Main results: The authors present two algorithms which infer causal path patterns and latencies from low-level message traces. The "nesting algorithm" requires RPC-style communication to make its inferences, while the "convolution algorithm" uses signal-processing techniques. Visualizations are available for both methods.
Impact: It goes without saying that better performance debugging tools will enable programmers to more easily eliminate performance bottlenecks
Evidence: To test the nesting algorithm, the authors traced inter-EJB calls in the PetStore J2EE application. To test the convolution algorithm, the authors used headers from an individual's email. The authors validate the correctness of their algorithms with case-specific metrics.

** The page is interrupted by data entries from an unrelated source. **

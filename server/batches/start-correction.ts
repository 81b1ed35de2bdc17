import type { EntityManager } from 'typeorm';
import type { Batch } from '../entities/batch.entity';
import { BadRequestError } from '../http/errors';

/** The start's corrected figures, as CORRECTABLE_FIELDS.started lets them through. */
export interface StartCorrection {
  og?: number | null;
  startedOn?: string;
  volumeL?: number;
  yeastName?: string;
  yeastToleranceAbv?: number;
}

/**
 * Brings the batch's own record in line with a corrected start, in the amendment's
 * transaction: original gravity, start date, volume made, yeast and its tolerance. What is
 * derived from them (ABV, predicted finish, ages, fermentation state, dated tasks) is read
 * from these columns, so it follows. The vessels' contents are not touched: liquid that is
 * not where the record says is corrected by emptying or racking, which journal themselves.
 * @param today - the cellar's date today (YYYY-MM-DD); a start cannot move past it
 */
export async function applyStartCorrection(tx: EntityManager, batch: Batch, changes: StartCorrection, today: string): Promise<void> {
  if (changes.startedOn !== undefined && changes.startedOn > today) {
    throw new BadRequestError(`changes.startedOn: ${changes.startedOn} is after today; a batch cannot start in the future.`, {
      issues: [{ path: 'body.changes.startedOn', message: 'a batch cannot start after today' }],
    });
  }
  const columns: [string, unknown][] = [
    ['og', changes.og],
    ['started_on', changes.startedOn],
    ['planned_volume_l', changes.volumeL],
    ['yeast_name', changes.yeastName],
    ['yeast_tolerance_abv', changes.yeastToleranceAbv],
  ];
  const set = columns.filter(([, value]) => value !== undefined);
  if (set.length === 0) return;
  await tx.query(`UPDATE batches SET ${set.map(([column], i) => `${column} = $${i + 2}`).join(', ')}, updated_at = now() WHERE id = $1`, [
    batch.id,
    ...set.map(([, value]) => value),
  ]);
}
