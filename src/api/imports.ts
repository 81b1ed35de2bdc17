import { importPreviewSchema, importResultSchema, type ImportPreview, type ImportResult, type ImportTarget } from '@shared/schemas/exchange';
import { errorFromAnswer, offlineError, cellarPath, unitsHeader, withQuery } from './http';

/** How much of a file the preview sends: enough for the headers and first rows. */
const PREVIEW_BYTES = 64 * 1024;

/** The import's choices as the server reads them from the query string. */
export interface ImportChoices {
  delimiter: string;
  dateFormat: string;
  temperatureUnit: string;
  gravityUnit: string;
  volumeUnit: string;
  decimalComma: boolean;
  /** field → header of the file */
  columns: Record<string, string>;
}

/** Sends a file (or its start) as the request body, streamed by the browser. */
async function sendCsv(url: string, body: Blob): Promise<unknown> {
  let res: Response;
  try {
    res = await fetch(url, {
      method: 'POST',
      credentials: 'same-origin',
      headers: { accept: 'application/json', 'content-type': 'text/csv', ...unitsHeader() },
      body,
    });
  } catch {
    throw offlineError();
  }
  const raw = await res.json().catch(() => ({}));
  if (!res.ok) throw errorFromAnswer(res.status, raw);
  return raw;
}

/** The mapping screen's starting point, from the first 64 KB of the file. */
export async function previewImport(cellarId: string, target: ImportTarget, file: Blob): Promise<ImportPreview> {
  return importPreviewSchema.parse(await sendCsv(withQuery(cellarPath(cellarId, 'imports', 'preview'), { target }), file.slice(0, PREVIEW_BYTES)));
}

/** Imports the whole file, all or nothing; a refusal's `body.problems` lists each bad row and column. */
export async function runImport(cellarId: string, target: ImportTarget, file: Blob, choices: ImportChoices, batchId?: string): Promise<ImportResult> {
  const query = { ...choices, decimalComma: String(choices.decimalComma), columns: JSON.stringify(choices.columns), batchId };
  return importResultSchema.parse(await sendCsv(withQuery(cellarPath(cellarId, 'imports', target), query), file));
}
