import type { EntityManager } from 'typeorm';
import type { z } from 'zod';
import type { OperationResult } from '../../shared/schemas/batch-detail';
import type { rackRequestSchema } from '../../shared/schemas/journal';
import { loadCellar } from '../cellars/load-cellar';
import { requireRole, type Actor } from '../core/actor';
import { roundLitres } from '../core/litres';
import { Vessel } from '../entities/vessel.entity';
import { appendEntry } from '../journal/journal';
import { lockVessels } from '../vessels/vessel-lock';
import { operationResult } from './batch-detail';
import { findBatch, lockBatch, occurredAt, requireInVessels } from './batch-lookup';
import {
  checkFillTarget,
  glassCautions,
  headspaceWarnings,
  markEmptied,
  markFilled,
  refuseMoreThanSources,
  refuseSourceAsTarget,
  requireHolds,
  vesselVolume,
} from './fill-rules';

type RackRequest = z.output<typeof rackRequestSchema>;

/**
 * Racks a batch off its lees: every source vessel (which must hold this batch) is emptied
 * completely and left dirty; the targets (empty, in use, sanitised or overridden, big
 * enough) are filled. The loss to the lees is journalled. Warns about headspace and glass.
 */
export async function rackBatch(actor: Actor, tx: EntityManager, batchId: string, request: RackRequest): Promise<OperationResult> {
  requireRole(actor, 'hand');
  refuseSourceAsTarget(request.from, request.to);
  const now = new Date();
  await findBatch(tx, actor.cellarId, batchId);
  const locked = await lockVessels(tx, actor, [...request.from, ...request.to]);
  const batch = await lockBatch(tx, actor.cellarId, batchId);
  await requireInVessels(tx, batch);
  const cellar = await loadCellar(tx, actor.cellarId);
  const at = occurredAt(request.at, now, batch, cellar.timeZone);

  // Re-checked on the locked rows: a racking that committed while we waited shows here.
  const sources = request.from.map((f) => locked.get(f.vesselId)!);
  for (const vessel of sources) await requireHolds(tx, vessel, batch, actor.units);
  const overrideReason = request.override?.reason ?? null;
  let overrideUsed = false;
  const targets = request.to.map((t) => ({ vessel: locked.get(t.vesselId)!, volumeL: t.volumeL }));
  for (const { vessel, volumeL } of targets) {
    overrideUsed = (await checkFillTarget(tx, vessel, volumeL, cellar, overrideReason, now, actor.units)) || overrideUsed;
  }
  const fromL = sources.reduce((sum, v) => sum + (v.volumeL ?? 0), 0);
  const toL = targets.reduce((sum, t) => sum + t.volumeL, 0);
  refuseMoreThanSources(fromL, toL, 'rack', actor.units);

  const from = sources.map((v) => vesselVolume(v, v.volumeL ?? 0));
  const repo = tx.getRepository(Vessel);
  for (const vessel of sources) {
    markEmptied(vessel);
    await repo.save(vessel);
  }
  for (const { vessel, volumeL } of targets) {
    markFilled(vessel, batch.id, volumeL, at);
    await repo.save(vessel);
  }
  const entry = await appendEntry(
    tx,
    actor,
    batch.id,
    {
      kind: 'racked',
      from,
      to: targets.map((t) => vesselVolume(t.vessel, t.volumeL)),
      lossL: roundLitres(fromL - toL),
      override: overrideUsed ? overrideReason : null,
    },
    { occurredAt: at },
  );
  const warnings = [...headspaceWarnings(targets, cellar), ...glassCautions([...sources, ...targets.map((t) => t.vessel)])];
  return operationResult(tx, actor, batch.id, entry.id, warnings);
}
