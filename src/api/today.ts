import { todaySchema, type Today } from '@shared/schemas/today';
import { request, cellarPath } from './http';

export const fetchToday = (cellarId: string): Promise<Today> => request('GET', cellarPath(cellarId, 'today'), todaySchema);
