import { z } from 'zod';
import {
  labelChoicesSchema,
  labelTemplateSummarySchema,
  shelfCheckSchema,
  shelfContentsSchema,
  shelfDirectorySchema,
  type LabelChoices,
  type LabelTemplateSummary,
  type ShelfCheck,
  type ShelfContents,
  type ShelfDirectory,
} from '@shared/schemas/labels';
import { ApiError, offlineError, request, cellarPath, withQuery } from './http';

/** What to print, as the PDF endpoint takes it. */
export interface LabelPrintRequest {
  template: string;
  vessels?: string[];
  cases?: string[];
  lots?: string[];
  shelf?: string | null;
  lotCases?: string | null;
  batch?: string | null;
  skip?: number;
  download?: boolean;
}

export const fetchLabelTemplates = (cellarId: string): Promise<LabelTemplateSummary[]> =>
  request('GET', cellarPath(cellarId, 'labels', 'templates'), z.array(labelTemplateSummarySchema));

/** The PDF's address (for the preview frame, download and print). */
export function labelPdfUrl(cellarId: string, req: LabelPrintRequest): string {
  const params = new URLSearchParams({ template: req.template });
  const lists = { vessels: req.vessels, cases: req.cases, lots: req.lots };
  for (const [key, ids] of Object.entries(lists)) if (ids?.length) params.set(key, ids.join(','));
  for (const key of ['shelf', 'lotCases', 'batch'] as const) if (req[key]) params.set(key, req[key]!);
  if (req.skip) params.set('skip', String(req.skip));
  if (req.download) params.set('download', 'true');
  return `${cellarPath(cellarId, 'labels', 'pdf')}?${params}`;
}

/**
 * Fetches the PDF once: the preview shows this copy (no second rendering for the frame);
 * rejects with the server's message (unknown template, nothing to print…).
 */
export async function fetchLabelPdf(url: string): Promise<{ pdf: Blob; count: number }> {
  let res: Response;
  try {
    res = await fetch(url, { credentials: 'same-origin' });
  } catch {
    throw offlineError();
  }
  if (!res.ok) {
    const body = await res.json().catch(() => ({}));
    throw new ApiError(res.status, body.error ?? 'http_error', body.message ?? `The server answered ${res.status}.`);
  }
  return { pdf: await res.blob(), count: Number(res.headers.get('x-label-count') ?? 0) };
}

/** Vessels, lots with their cases and batches to pick from, matching `q`. */
export const fetchLabelChoices = (cellarId: string, q = ''): Promise<LabelChoices> =>
  request('GET', withQuery(cellarPath(cellarId, 'labels', 'choices'), { q }), labelChoicesSchema);

/** Racks and shelves with how full each shelf is. */
export const fetchShelfDirectory = (cellarId: string): Promise<ShelfDirectory> =>
  request('GET', cellarPath(cellarId, 'labels', 'shelves'), shelfDirectorySchema);

/** What the record says sits on a shelf, with label codes. */
export const fetchShelfContents = (cellarId: string, shelfId: string): Promise<ShelfContents> =>
  request('GET', cellarPath(cellarId, 'labels', 'shelf', shelfId, 'contents'), shelfContentsSchema);

/** Compares the codes scanned on a shelf with the record. */
export const checkShelf = (cellarId: string, shelfId: string, codes: string[]): Promise<ShelfCheck> =>
  request('GET', withQuery(cellarPath(cellarId, 'labels', 'shelf', shelfId, 'check'), { codes: codes.join(',') }), shelfCheckSchema);
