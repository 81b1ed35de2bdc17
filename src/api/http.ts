import type { ZodType } from 'zod';
import { v4 as uuidV4 } from 'uuid';
import type { UnitSystem } from '@shared/calc';
import { UNITS_HEADER } from '@shared/schemas/cellars';
import { apiErrorSchema } from '@shared/schemas/common';
import type { NewQueuedWrite } from '@/offline/outbox';
import type { QueuedWriteKind } from '@/offline/queued-write';
import { takeEarlyAnswer } from './early-requests';

/**
 * Addresses of the API, built in one place: `apiPath('scan', code)` is `/api/scan/<code>`,
 * `cellarPath(cellarId, 'vessels', id)` is `/api/cellars/<cellarId>/vessels/<id>`. Every part
 * is URL-encoded, so an id can never change the path.
 */
export function apiPath(...segments: string[]): string {
  return `/api/${segments.map(encodeURIComponent).join('/')}`;
}

/**
 * A path under one cellar, where the server's access gate checks the caller's role.
 * @param segments - the resource and what follows it, e.g. `'batches', batchId, 'readings'`
 */
export function cellarPath(cellarId: string, ...segments: string[]): string {
  return apiPath('cellars', cellarId, ...segments);
}

/**
 * The path with a query string of the filled-in parameters only (undefined, null and '' are
 * left out, so the server applies its defaults).
 */
export function withQuery(path: string, params: object): string {
  const search = new URLSearchParams();
  for (const [key, value] of Object.entries(params)) {
    if (value !== undefined && value !== null && value !== '') search.set(key, String(value));
  }
  const text = search.toString();
  return text ? `${path}?${text}` : path;
}

/** An error answer from the API, with the message the server chose for people. */
export class ApiError extends Error {
  constructor(
    readonly status: number,
    readonly code: string,
    message: string,
    readonly issues: { path: string; message: string }[] = [],
    readonly body: Record<string, unknown> = {},
  ) {
    super(message);
  }

  /** The server's message for one field (e.g. `body.name`), for showing under that field. */
  fieldMessage(field: string): string | undefined {
    return this.issues.find((i) => i.path === field || i.path === `body.${field}`)?.message;
  }
}

let unitsShown: UnitSystem | undefined;
/** The units the person reads, kept here whenever they change (`useUnitsInRequests`); undefined: none named. */
export function setUnitsShown(units: UnitSystem | undefined): void {
  unitsShown = units;
}

/** The header that asks the server to word its messages ("… holds 5.55 US gal") in the person's units. */
export function unitsHeader(): Record<string, string> {
  return unitsShown ? { [UNITS_HEADER]: unitsShown } : {};
}

let onUnauthorized: (() => void) | undefined;
/** Called when any request answers 401 (the session ended). */
export function setUnauthorizedHandler(handler: () => void): void {
  onUnauthorized = handler;
}

type Method = 'GET' | 'POST' | 'PATCH' | 'PUT' | 'DELETE';

/** How the API layer reaches the offline queue (src/offline/, wired in main.ts). */
export interface OfflineHooks {
  /** Keeps a write on the phone, to be sent when the connection returns. */
  queue(write: Omit<NewQueuedWrite, 'userId'>): Promise<void>;
  /** Every request tells whether it reached the server (for the offline banner). */
  reached(ok: boolean): void;
}
let offlineHooks: OfflineHooks | undefined;
export function setOfflineHooks(hooks: OfflineHooks | undefined): void {
  offlineHooks = hooks;
}

/** The error thrown when the request never reached the server. */
export const offlineError = (): ApiError => new ApiError(0, 'offline', 'Cannot reach Cellarwright. Check the connection and try again.');

/**
 * The ApiError for an answer that is not ok: the server's code, message and field issues when
 * its body is the shared error shape, else a plain "answered 500".
 * @param raw - the answer's JSON body ({} when it had none)
 */
export function errorFromAnswer(status: number, raw: unknown): ApiError {
  const parsed = apiErrorSchema.safeParse(raw);
  const body = (typeof raw === 'object' && raw !== null ? raw : {}) as Record<string, unknown>;
  if (!parsed.success) return new ApiError(status, 'http_error', `The server answered ${status}.`, [], body);
  return new ApiError(status, parsed.data.error, parsed.data.message, parsed.data.issues ?? [], body);
}

/**
 * Calls the API and checks the answer against the shared zod schema.
 * @param schema - the response schema; omit for answers without a body (204)
 */
export async function request<T>(method: Method, url: string, schema?: ZodType<T>, body?: unknown, headers: Record<string, string> = {}): Promise<T> {
  let res: Response;
  try {
    const early = method === 'GET' && Object.keys(headers).length === 0 ? takeEarlyAnswer(url) : undefined;
    res = await (early ??
      fetch(url, {
        method,
        credentials: 'same-origin',
        headers: {
          accept: 'application/json',
          ...(body === undefined ? {} : { 'content-type': 'application/json' }),
          ...unitsHeader(),
          ...headers,
        },
        body: body === undefined ? undefined : JSON.stringify(body),
      }));
  } catch {
    offlineHooks?.reached(false);
    throw offlineError();
  }
  offlineHooks?.reached(true);
  if (!res.ok) {
    const raw = await res.json().catch(() => ({}));
    if (res.status === 401 && !url.endsWith('/auth/sign-in')) onUnauthorized?.();
    throw errorFromAnswer(res.status, raw);
  }
  if (!schema || res.status === 204) return undefined as T;
  return schema.parse(await res.json());
}

/** Thrown when a write was kept on the phone instead of sent: not a failure, the dialog says so and closes. */
export class QueuedOfflineError extends ApiError {
  constructor() {
    super(0, 'queued', 'Saved on this phone — will send when back online.');
  }
}

/** What a write that may wait for the connection is, for the queue and the person. */
export interface QueueableWrite {
  kind: QueuedWriteKind;
  /** In people's words: "Reading 1.012". */
  label: string;
  cellarId: string;
  /**
   * The field that says when it happened: a queued write fills it with the moment it was made,
   * so it keeps its own time, not the time it is sent.
   */
  stampField?: string;
}

/**
 * A fresh key for one write: a version-4 UUID from the `uuid` package, which also works where
 * `crypto.randomUUID` is missing (a phone reaching the app over plain HTTP on the local network).
 */
const newIdempotencyKey = (): string => uuidV4();

/**
 * A write that survives a missing connection: sent at once with an Idempotency-Key when there
 * is a connection; kept on the phone (QueuedOfflineError) when there is none or the request
 * never reached the server, and sent later with the same key, so it is recorded once.
 */
export async function requestOrQueue<T>(method: 'POST' | 'PUT', url: string, schema: ZodType<T>, body: object, write: QueueableWrite): Promise<T> {
  const key = newIdempotencyKey();
  const madeAt = new Date();
  const keep = async (): Promise<never> => {
    const stamped: Record<string, unknown> = { ...body };
    if (write.stampField && stamped[write.stampField] === undefined) stamped[write.stampField] = madeAt.toISOString();
    await offlineHooks!.queue({
      id: key,
      kind: write.kind,
      label: write.label,
      method,
      url,
      body: stamped,
      madeAt: madeAt.toISOString(),
      cellarId: write.cellarId,
    });
    throw new QueuedOfflineError();
  };
  if (offlineHooks && navigator.onLine === false) return keep();
  try {
    return await request(method, url, schema, body, { 'Idempotency-Key': key });
  } catch (err) {
    if (offlineHooks && err instanceof ApiError && err.code === 'offline') return keep();
    throw err;
  }
}
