import type { EntityManager } from 'typeorm';
import { amendedPayloads, readingsView } from '../../shared/domain/journal';
import type { BatchDetail, OperationResult } from '../../shared/schemas/batch-detail';
import type { JournalEntry, JournalPayload } from '../../shared/schemas/journal';
import { loadCellar } from '../cellars/load-cellar';
import type { Actor } from '../core/actor';
import { localDate } from '../core/local-date';
import { Batch } from '../entities/batch.entity';
import { NotFoundError } from '../http/errors';
import { batchJournal, type JournalRow } from '../journal/journal-queries';
import { placesOf } from '../places/placement';
import { vesselsHolding } from './batch-lookup';
import { findSummary } from './batch-summaries';
import { inheritedReadings, ownSince } from './split-lineage';

/** Shown as the author of entries whose account was deleted. */
const FORMER_MEMBER = { id: '00000000-0000-0000-0000-000000000000', name: 'Former member' };

type Payload<K extends JournalPayload['kind']> = Extract<JournalPayload, { kind: K }>;

/** The journal as the Batch page lists it: newest first, each entry knowing who amended it. */
function journalOf(oldestFirst: JournalRow[]): JournalEntry[] {
  const amendedBy = new Map<string, string[]>();
  for (const e of oldestFirst) {
    if (e.amendsEntryId) amendedBy.set(e.amendsEntryId, [...(amendedBy.get(e.amendsEntryId) ?? []), e.id]);
  }
  return [...oldestFirst].reverse().map((e) => ({
    id: e.id,
    batchId: e.batchId,
    occurredAt: e.occurredAt.toISOString(),
    recordedAt: e.recordedAt.toISOString(),
    author: e.authorId ? { id: e.authorId, name: e.authorName ?? '' } : FORMER_MEMBER,
    amendsEntryId: e.amendsEntryId,
    amendedBy: amendedBy.get(e.id) ?? [],
    payload: e.payload,
  }));
}

/** Oak and anything else with a take-out date that is still in, as last corrected. */
function additionsInOf(oldestFirst: JournalRow[], amended: Map<string, JournalPayload>): BatchDetail['additionsIn'] {
  const removed = new Set(oldestFirst.flatMap((e) => (e.payload.kind === 'removed' ? [e.payload.additionEntryId] : [])));
  return oldestFirst.flatMap((e) => {
    if (e.kind !== 'addition' || removed.has(e.id)) return [];
    const p = amended.get(e.id) as Payload<'addition'>;
    if (p.removeOn === null && p.category !== 'oak') return [];
    return [{ entryId: e.id, name: p.name, category: p.category, removeOn: p.removeOn }];
  });
}

async function vesselsOf(tx: EntityManager, batchId: string): Promise<BatchDetail['vessels']> {
  const vessels = await vesselsHolding(tx, batchId);
  const places = await placesOf(
    tx,
    'vessel',
    vessels.map((v) => v.id),
  );
  return vessels.map((v) => ({
    id: v.id,
    code: v.code,
    name: v.name,
    capacityL: v.capacityL,
    volumeL: v.volumeL ?? 0,
    filledAt: (v.filledAt ?? new Date(0)).toISOString(),
    place: places.get(v.id) ?? null,
    version: v.version,
  }));
}

async function familyOf(tx: EntityManager, batchId: string): Promise<Pick<BatchDetail, 'parents' | 'children' | 'lots'>> {
  const parents: { id: string; name: string; volume_l: number }[] = await tx.query(
    `SELECT b.id, b.name, bp.volume_l::float8 AS volume_l FROM batch_parents bp JOIN batches b ON b.id = bp.parent_id
      WHERE bp.child_id = $1 ORDER BY b.name, b.id`,
    [batchId],
  );
  const children: { id: string; name: string }[] = await tx.query(
    `SELECT b.id, b.name FROM batch_parents bp JOIN batches b ON b.id = bp.child_id
      WHERE bp.parent_id = $1 ORDER BY b.created_at, b.id`,
    [batchId],
  );
  const lots: { id: string; code: string; bottled_on: string; bottle_ml: number; bottle_count: number; bottles_left: number }[] = await tx.query(
    `SELECT l.id, l.code, l.bottled_on::text AS bottled_on, l.bottle_ml, l.bottle_count, COALESCE(SUM(c.bottles_left), 0)::int AS bottles_left
       FROM bottle_lots l LEFT JOIN bottle_cases c ON c.lot_id = l.id
      WHERE l.batch_id = $1 GROUP BY l.id ORDER BY l.bottled_on, l.created_at`,
    [batchId],
  );
  return {
    parents: parents.map((p) => ({ id: p.id, name: p.name, volumeL: p.volume_l })),
    children,
    lots: lots.map((l) => ({
      id: l.id,
      code: l.code,
      bottledOn: l.bottled_on,
      bottleMl: l.bottle_ml,
      bottleCount: l.bottle_count,
      bottlesLeft: l.bottles_left,
    })),
  };
}

/**
 * Everything the Batch page shows (`batchDetailSchema`), read with the caller's transaction.
 * @throws NotFoundError when the batch is not in this cellar
 */
export async function batchDetail(tx: EntityManager, cellarId: string, batchId: string, now = new Date()): Promise<BatchDetail> {
  const cellar = await loadCellar(tx, cellarId);
  const summary = await findSummary(tx, cellarId, batchId, localDate(now, cellar.timeZone), now);
  if (!summary) throw new NotFoundError('No such batch in this cellar.');
  const batch = await tx.getRepository(Batch).findOneByOrFail({ id: batchId });
  const oldestFirst = await batchJournal(tx, batchId);
  const amended = amendedPayloads(oldestFirst);
  return {
    ...summary,
    ingredients: batch.ingredients,
    yeastName: batch.yeastName,
    plannedVolumeL: batch.plannedVolumeL,
    targetSweetness: batch.targetSweetness as BatchDetail['targetSweetness'],
    notes: batch.notes,
    vessels: await vesselsOf(tx, batchId),
    // A split's figures follow the must it came from: its parent's readings up to the split first.
    readings: [...(await inheritedReadings(tx, batchId)), ...readingsView(oldestFirst)],
    journal: journalOf(oldestFirst),
    ...(await familyOf(tx, batchId)),
    additionsIn: additionsInOf(oldestFirst, amended),
    ownSince: (await ownSince(tx, batchId))?.toISOString() ?? null,
  };
}

/** What every batch operation answers: the batch as it is now, the new entry and warnings. */
export async function operationResult(
  tx: EntityManager,
  actor: Actor,
  batchId: string,
  entryId: string | null,
  warnings: string[],
): Promise<OperationResult> {
  return { batch: await batchDetail(tx, actor.cellarId, batchId), entryId, warnings: [...new Set(warnings)] };
}
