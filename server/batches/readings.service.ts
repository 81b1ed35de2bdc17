import type { EntityManager } from 'typeorm';
import type { z } from 'zod';
import type { ReadingResult, readingRequestSchema } from '../../shared/schemas/journal';
import { recordedGravity } from '../../shared/calc';
import { requireRole, type Actor } from '../core/actor';
import { Vessel } from '../entities/vessel.entity';
import { NotFoundError } from '../http/errors';
import { appendEntry } from '../journal/journal';
import { vesselChangedError } from '../vessels/vessel-lock';
import { lockBatchForEntry, notInVesselsError, occurredAt } from './batch-lookup';

type ReadingRequest = z.output<typeof readingRequestSchema>;

/**
 * Logs a gravity reading (with pH and temperature if taken) for a batch still in vessels,
 * optionally naming the vessel it was drawn from. The most frequent write of all, so it takes
 * its own short path — the batch locked, one statement of checks, the entry — and answers
 * the reading and the stage, not the whole batch (shared/schemas/journal.ts).
 */
export async function addReading(actor: Actor, tx: EntityManager, batchId: string, request: ReadingRequest): Promise<ReadingResult> {
  requireRole(actor, 'hand');
  const now = new Date();
  const { batch, timeZone, inVessels, namedVessel } = await lockBatchForEntry(tx, actor.cellarId, batchId, request.vesselId);
  if (request.vesselId && !namedVessel) throw new NotFoundError('No such vessel in this cellar.');
  if (!inVessels) throw notInVesselsError(batch);
  if (namedVessel && namedVessel.batchId !== batch.id) {
    throw await vesselChangedError(tx, await tx.getRepository(Vessel).findOneByOrFail({ id: namedVessel.id }), actor.units);
  }
  const at = occurredAt(request.at, now, batch, timeZone);
  const correctedSg = recordedGravity(request.sg, request.temperatureC, request.calibrationC);
  const entry = await appendEntry(
    tx,
    actor,
    batch.id,
    {
      kind: 'reading',
      sg: request.sg,
      temperatureC: request.temperatureC,
      calibrationC: request.calibrationC,
      correctedSg,
      ph: request.ph,
      vesselId: request.vesselId,
    },
    { occurredAt: at },
  );
  return {
    entryId: entry.id,
    reading: {
      entryId: entry.id,
      at: entry.occurredAt.toISOString(),
      sg: request.sg,
      correctedSg,
      temperatureC: request.temperatureC,
      ph: request.ph,
    },
    stage: entry.stage,
    warnings: [],
  };
}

Prior work: Previous systems, such as NetLogger, required programmers to modify their applications and insert logging statements.
Competitive work: In comparison to Magpie, the authors have a less sophisticated tracing architecture and a more sophisticated post-processing architecture.
Reproducibility: The algorithms are described well, and pseudocode is provided for both nesting and convolution, so these results are fairly reproducible.